Bereits im alten Ägypten, im antiken Griechenland und im Römischen Reich brachten die Menschen ihren verschiedenen Fruchtbarkeitsgöttern Opfergaben als Dank für die Ernte dar. Später feierten die Kelten und Germanen in Mittel- und Nordeuropa die Ernte am Ende des Sommers mit Erntefesten, in denen sie den Göttern mit Tieropfern dankten und Erntebier brauten.
Im Alten Testament wird von zwei Erntedankfesten berichtet, die zur Getreideernte und zur Weinlese gefeiert wurden: Sukkot im September/Oktober und Schawout im Mai/Juni. Bei beiden Festen wurde JHWH als dem Herrn der Schöpfung für die Ernte gedankt. Unser heutiges Erntedankfest ist den jüdischen Festen recht ähnlich.
Auch wenn das Erntedankfest im eigentlichen Sinne also kein christliches Fest ist, da es nicht wie alle anderen kirchlichen Feste auf einem Ereignis aus dem Leben Jesu basiert, bekam es trotzdem einen festen Platz im Kirchenjahr, auch weil bis in die frühe Neuzeit der größte Teil der Bevölkerung in der Landwirtschaft
tätig war und für das tägliche Brot hart arbeiten musste. Diese Menschen wussten, dass eine reiche Ernte, die sie über den Winter bringen würde, nicht selbstverständlich war, und sie als Teil von Gottes Schöpfung verantwortungsbewusst mit ihr umgehen mussten. Mit den Erntedankfeiern brachten die Menschen nicht nur die Freude über die eingefahrene Ernte, sondern auch den Dank über Gottes Fürsorge zum Ausdruck.
Neben dem Gottesdienst entwickelte sich ein vielfältiges Brauchtum, das vielerorts noch gepflegt wird. Der Altar wird mit heimischen Früchten, Gemüse, Getreide oder auch handwerklichen Erzeugnissen bunt geschmückt. Oft gehört auch ein besonders gestaltetes Brot oder eine Erntekrone dazu. Sie wird traditionell aus dem letzten Schnitt der Ernte geflochten und besteht aus vier zur Mitte hin gebogenen Streben. Jede Strebe wird aus einer anderen Getreidesorte geflochten (z. B. Weizen, Roggen, Hafer und Gerste), die dann für Hoffnung, Glaube, Sorge oder Dank steht. Der runde Kranz an der Basis der Krone symbolisiert die Ewigkeit ohne Anfang und Ende.

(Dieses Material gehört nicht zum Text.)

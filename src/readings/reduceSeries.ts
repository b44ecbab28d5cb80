import { requireNotNegative, requirePositive } from "../numeric/check.ts";
import { type BracketedDifference, bracketDifferences, type TimedReading } from "./bracket.ts";
import { combineUncertainty, rectangular, type UncertaintyComponent } from "./gum.ts";
import { outlyingReading } from "./outliers.ts";
import { coverageFactorFor } from "./studentT.ts";
import { BENCH_REPEATABILITY_DB, judgeLoss, type LossJudgement } from "./verdict.ts";

export interface CoverageChoice {
  /** Coverage factor k, fixed; default 2, but Student's for 95.45 % where a single degree of freedom is left. */
  readonly coverage?: number | undefined;
  /** Instead of k: the level of confidence, k then from the effective degrees of freedom. */
  readonly confidence?: number | undefined;
}

export interface TypeBInput {
  /** Half-width a of the repeatability of the bench [dB], default 0.05. */
  readonly repeatabilityDb?: number | undefined;
  /** Further sources: linearity, resolution, mismatch ripple, room. */
  readonly typeB?: readonly UncertaintyComponent[] | undefined;
}

export interface ReduceSeriesInput extends CoverageChoice, TypeBInput {
  readonly readings: readonly TimedReading[];
  readonly feedReturnLossDb?: number | undefined;
  /** By the name of the cover. */
  readonly coveredReturnLossDb?: Readonly<Record<string, number>> | undefined;
}

export interface ReducedCover extends LossJudgement {
  readonly state: string;
  readonly lossDb: number;
  /** Standard uncertainty of the mean from the scatter of the readings [dB]. */
  readonly typeADb: number;
  readonly combinedDb: number;
  readonly expandedDb: number;
  readonly coverageFactor: number;
  readonly effectiveDegreesOfFreedom: number;
  readonly differencesDb: readonly number[];
}

export interface ReducedSeries {
  readonly covers: readonly ReducedCover[];
  /** Standard deviation of one reading, pooled over all covers [dB], and its degrees of freedom. */
  readonly readingStandardDb: number;
  readonly degreesOfFreedom: number;
  /** The reading that fits worst, where it is too far out to be chance; it is kept in all figures. */
  readonly outlier?: { readonly reading: number; readonly shiftDb: number };
  /** Places of covered readings that no open reading brackets: not used. */
  readonly unbracketed: readonly number[];
}

/**
 * Insertion loss of each cover from a run of bare and covered readings in any order.
 *
 * Differences by `bracketDifferences`. Neighbouring ones share an open reading and so are correlated; with the
 * weights w_i of the readings in each difference, and their mean m over the n differences of a cover,
 *
 *     sigma^2 = sum (D_i - IL)^2 / sum |w_i - m|^2     both sums over all covers (pooled)
 *     u_A^2 = sigma^2 |m|^2
 *
 * which in equal steps, one cover, is [s^2/(1 - 1/(3n))]/n x [1 + (n - 1)/(3n)]. Type B is added by
 * `combineUncertainty`.
 *
 * Source: JCGM 100:2008, 4.2, 4.3, 5.1 and annex G; the weights: own derivation
 * Valid:  equal and independent scatter of all readings; drift linear between open readings. A step of the level
 *         goes half into one difference and widens the interval rather than hiding.
 *
 * @param readings             in order of time; at least two bracketed ones of one cover
 * @param feedReturnLossDb     bare [dB], above 0: lets a gain be judged
 * @param coveredReturnLossDb  covered [dB], above 0, by cover: with the bare one lets the energy floor be judged
 * @throws RangeError on readings that leave no scatter to judge by, or on an argument outside these ranges
 */
export function reduceSeries({
  readings,
  repeatabilityDb,
  typeB,
  feedReturnLossDb,
  coveredReturnLossDb = {},
  coverage,
  confidence,
}: ReduceSeriesInput): ReducedSeries {
  const { differences, unbracketed } = bracketDifferences(readings);
  const groups = groupByCover(differences);
  const degreesOfFreedom = groups.reduce((sum, { members }) => sum + members.length - 1, 0);
  if (degreesOfFreedom < 1) {
    throw new RangeError(
      "readings must hold at least two covered readings of one cover, each between open ones",
    );
  }
  const deviations = groups.flatMap(({ members, lossDb }) => members.map((one) => one.differenceDb - lossDb));
  const centred = groups.flatMap(({ members, meanWeights }) =>
    members.map((one) => one.weights.map((weight, r) => weight - meanWeights[r]!)),
  );
  const readingVariance = sumOfSquares(deviations) / sumOfSquares(centred.flat());
  const outlier = outlyingReading({
    values: deviations,
    shifts: readings.map((_, r) => centred.map((row) => row[r]!)),
    degreesOfFreedom,
    leastShift: Math.max(repeatabilityDb ?? 0, BENCH_REPEATABILITY_DB),
  });
  const covers = groups.map(({ state, members, lossDb, meanWeights }) => {
    const typeADb = Math.sqrt(readingVariance * sumOfSquares(meanWeights));
    const uncertainty = expandedUncertainty(typeADb, degreesOfFreedom, {
      repeatabilityDb,
      typeB,
      coverage,
      confidence,
    });
    const judgement = judgeLoss({
      lossDb,
      expandedDb: uncertainty.expandedDb,
      feedReturnLossDb,
      coveredReturnLossDb: coveredReturnLossDb[state],
    });
    const differencesDb = members.map((one) => one.differenceDb);
    return { state, lossDb, typeADb, ...uncertainty, ...judgement, differencesDb };
  });
  return {
    covers,
    readingStandardDb: Math.sqrt(readingVariance),
    degreesOfFreedom,
    ...(outlier && { outlier: { reading: outlier.index, shiftDb: outlier.shift } }),
    unbracketed,
  };
}

/**
 * Type A and type B together, expanded.
 *
 * @param typeADb           standard uncertainty from scatter [dB], at least 0
 * @param degreesOfFreedom  of that scatter, at least 1
 * @throws RangeError on an argument outside these ranges
 */
export function expandedUncertainty(
  typeADb: number,
  degreesOfFreedom: number,
  { repeatabilityDb = BENCH_REPEATABILITY_DB, typeB = [], coverage, confidence }: CoverageChoice & TypeBInput,
): { combinedDb: number; expandedDb: number; coverageFactor: number; effectiveDegreesOfFreedom: number } {
  requireNotNegative("repeatabilityDb", repeatabilityDb);
  if (coverage !== undefined) requirePositive("coverage", coverage);
  const { standard, effectiveDegreesOfFreedom } = combineUncertainty([
    { standard: typeADb, degreesOfFreedom },
    { standard: rectangular(repeatabilityDb) },
    ...typeB,
  ]);
  const fixed = coverage ?? (confidence === undefined && degreesOfFreedom > 1 ? 2 : undefined);
  const coverageFactor = fixed ?? coverageFactorFor(confidence ?? 0.9545, effectiveDegreesOfFreedom);
  return {
    combinedDb: standard,
    expandedDb: coverageFactor * standard,
    coverageFactor,
    effectiveDegreesOfFreedom,
  };
}

function groupByCover(differences: readonly BracketedDifference[]) {
  const states = [...new Set(differences.map(({ state }) => state))];
  return states.map((state) => {
    const members = differences.filter((one) => one.state === state);
    const mean = (values: number[]) => values.reduce((sum, value) => sum + value, 0) / values.length;
    return {
      state,
      members,
      lossDb: mean(members.map((one) => one.differenceDb)),
      meanWeights: members[0]!.weights.map((_, r) => mean(members.map((one) => one.weights[r]!))),
    };
  });
}

function sumOfSquares(values: readonly number[]): number {
  return values.reduce((sum, value) => sum + value * value, 0);
}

Heute hat leider der ursprüngliche Sinn des Erntedankfestes an Bedeutung verloren. Viele Obst- und Gemüsesorten sind durch den weltweiten Handel das ganze Jahr über verfügbar. Das Wissen um den Zeitpunkt der Aussaat, Reife und Ernte ist nicht mehr jedem bekannt, dafür treten
Themen wie die Bewahrung der Schöpfung und unsere Verantwortung gegenüber der Natur und den Tieren in den Fokus.
Diese Gesichtspunkte fließen heute bei der Feier des Erntedankfestes mit ein, ebenso die Fürsorge für die Menschen, denen es nicht so gut geht wie uns. Unsere Gemeinde in Ham sammelt deshalb jedes Jahr zusammen mit der englischen Gemeinde zum Erntedankfest für den Family Shop der St. Richard Primary School in Ham, da an dieser Schule mehr als ein Drittel der Familien von Unterstützungen abhängig sind. Besonders wichtig sind Konserven, aber auch Windeln (gerade auch größere Größen) und Hygieneartikel (vor allem für Mädchen und Frauen).
Alle Spenden können zum Gottesdienst
am 6. Oktober um 11.45 Uhr in St. Thomas Aquinas
mitgebracht und vorne zum Ernte- dankaltar gelegt werden. Selbstverständlich ist auch eine spätere Abgabe noch möglich.